La réaction oscillante de Briggs-Rauscher est une des quelques réactions oscillantes connues. Elle est particulièrement bien adaptée à des fins de démonstration en raison de ses changements de couleur saisissants : la solution fraîchement préparée incolore prend progressivement une couleur ambrée, puis passe tout à coup à un bleu très foncé. Cette coloration s'estompe lentement, la solution redevenant incolore, et le processus se répète, une dizaine de fois dans la formulation la plus connue, avant de se terminer par un liquide de couleur bleu foncé avec une forte odeur d'iode.

Histoire[modifier | modifier le code]

La première réaction chimique oscillante connue fut rapporté par W.C. Bray en 1921[1]. Elle mettait en œuvre du peroxyde d'hydrogène (H2O2) et l'ion iodate (IO3) dans une solution acide. En raison de difficultés expérimentales, elle attira peu l'attention et ne convenait pas aux démonstrations. En 1958, le chimiste soviétique Boris Pavlovitch Belooussov découvre la réaction de Belooussov-Jabotinski (réaction BZ)[2] qui convient pour une démonstration, mais elle aussi est accueillie avec scepticisme (en grande partie parce que de tels comportements oscillatoires étaient inconnus à cette époque) jusqu'à ce que A.M. Zhabotinsky, également en URSS, en prenne connaissance et, en 1964, publie ses recherches[3]. En , deux articles dans le Journal of Chemical Education[4],[5], attirent l'attention de deux professeurs de sciences au Lycée Galilée à San Francisco. Ils découvrent alors la réaction oscillante de Briggs-Rauscher[6] en remplaçant le bromate (BrO3) de la réaction BZ par de l’iodate, en ajoutant aussi du peroxyde d'hydrogène. Ils produisent une démonstration visuelle frappante en ajoutant de l'empois d'amidon. Depuis, de nombreux autres chercheurs ont ajouté leur pierre à l’édifice de la connaissance et de l’utilisation de cette réaction très inhabituelle.

Description[modifier | modifier le code]

Conditions initiales[modifier | modifier le code]

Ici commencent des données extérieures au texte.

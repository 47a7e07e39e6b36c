"""What a process derived from the plugs and heads, reused until one of them changes.

The parts counter ranks the candidate designs of a head once (the grouping query over
100,000 plugs and the engine's checks cost tens of milliseconds) and answers every later
page from that ranking; it keeps the heads' ports it read and the pages it cut the same
way. A request opens a `View` (`view(session)`) at its start and asks it for such values
by key; one cache per database in each process (`db.Database` hands it to its sessions)
files them under the key and the tables' generations the view read.

Why a reused value is never older than the records it answers for, with any number of
worker processes and on SQLite or PostgreSQL:

1. The database counts every change to plugs and heads itself: triggers raise the
   table's row of `table_generations` in the same transaction as the change (migration
   0004), whatever made it: a request to another worker, an import, a script. A
   committed change is visible together with its new generation, or not at all.
2. A view reads the generations first, before anything it builds reads a record. Each
   statement sees every transaction committed before it starts (SQLite outside a write
   transaction, PostgreSQL in READ COMMITTED or stricter), so what a build reads is at
   least as new as the generations it is filed under. If a change commits in between,
   the value is newer than its generations say; the next request reads the new
   generations, finds nothing filed under them and builds again.
3. A value is filed under the generations its request read, and is returned only to a
   request that read the same ones. Every change moves a number, so a value built
   before a change is never returned after it. Values of other generations are dropped
   when a request reads generations other than the last ones seen.

The only extra cost is one read of two rows per request. Entries are bounded (CAPACITY,
least recently used first out), and safe to share between the threads of a gthread worker.
"""
from __future__ import annotations

import threading
from collections import OrderedDict
from collections.abc import Callable, Hashable
from dataclasses import dataclass
from typing import Any, TypeVar

from sqlalchemy.orm import Session

from service.store import repository

T = TypeVar("T")

# Entries per process: one per head port, per (head, options, filters) ranking, and per
# thread and seat asked for since the last change. Over 100,000 plugs in 5,000 designs a
# ranking holds about 1,000 designs: 21 entries, ten of them rankings, took 16 MB
# (measured with tracemalloc), so a full cache stays under about 50 MB per worker.
CAPACITY = 32
SESSION_INFO_KEY = "plugfit.records_cache"

Generation = tuple[int, ...]


class Memo:
    """At most `capacity` values by key, the least recently used out first. Safe to share
    between threads: a value is built outside the lock, so two threads may build the
    same value at once; both are equal and either is kept. A build that returns None is
    not kept."""

    def __init__(self, capacity: int) -> None:
        self.capacity = capacity
        self._lock = threading.Lock()
        self._entries: OrderedDict[Hashable, Any] = OrderedDict()

    def get_or_build(self, key: Hashable, build: Callable[[], T]) -> T:
        with self._lock:
            value = self._entries.get(key)
            if value is not None:
                self._entries.move_to_end(key)
                return value
        value = build()
        if value is not None:
            with self._lock:
                self._entries[key] = value
                while len(self._entries) > self.capacity:
                    self._entries.popitem(last=False)
        return value

    def clear(self) -> None:
        with self._lock:
            self._entries.clear()

    def __len__(self) -> int:
        return len(self._entries)


class RecordsCache:
    """Values filed under the caller's key and the generations of plugs and heads."""

    def __init__(self, capacity: int = CAPACITY) -> None:
        self._memo = Memo(capacity)
        self._generation: Generation | None = None

    def get_or_build(self, generation: Generation | None, key: Hashable, build: Callable[[], T]) -> T:
        """The value filed under `key` at `generation`, else `build()`, filed there.
        `generation` None: never reused."""
        if generation is None:
            return build()
        if generation != self._generation:  # a record changed: nothing kept is of use any more
            self._generation = generation
            self._memo.clear()
        return self._memo.get_or_build((generation, key), build)

    def __len__(self) -> int:
        return len(self._memo)


@dataclass(frozen=True)
class View:
    """The cache as one request sees it: the generations it read at its start."""

    cache: RecordsCache | None
    generation: Generation | None

    def get_or_build(self, key: Hashable, build: Callable[[], T]) -> T:
        """`build()`, or what it returned before for `key` if no plug or head has changed."""
        if self.cache is None:
            return build()
        return self.cache.get_or_build(self.generation, key, build)


def view(session: Session) -> View:
    """A view for a request (call it before reading any plug or head). Sessions of
    `db.Database` carry its cache; with any other session (a command that made its own)
    every value is built afresh."""
    cache: RecordsCache | None = session.info.get(SESSION_INFO_KEY)
    if cache is None:
        return View(None, None)
    return View(cache, repository.records_generation(session))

La solution aqueuse initiale contient du peroxyde d'hydrogène, un ion iodate, du manganèse divalent (Mn2+) comme catalyseur, un acide fort non-chimiquement réactif (acide sulfurique (H2SO4) ou acide perchlorique (HClO4) conviennent), et un composé organique avec un atome d'hydrogène actif (« énolique ») attaché à un carbone (l’acide malonique (CH2(COOH)2) par exemple) qui permettra de réduire lentement l’iode libre (I2) en iodure (I). De l'empois d'amidon est éventuellement ajouté comme indicateur pour montrer l'augmentation brusque de la concentration de l'ion iodure, par un changement soudain de la couleur de la solution de l'ambré (dû à l'iode) au bleu foncé (le « complexe iode-amidon », ce qui nécessite à la fois du diiode et de l'iodure)[7].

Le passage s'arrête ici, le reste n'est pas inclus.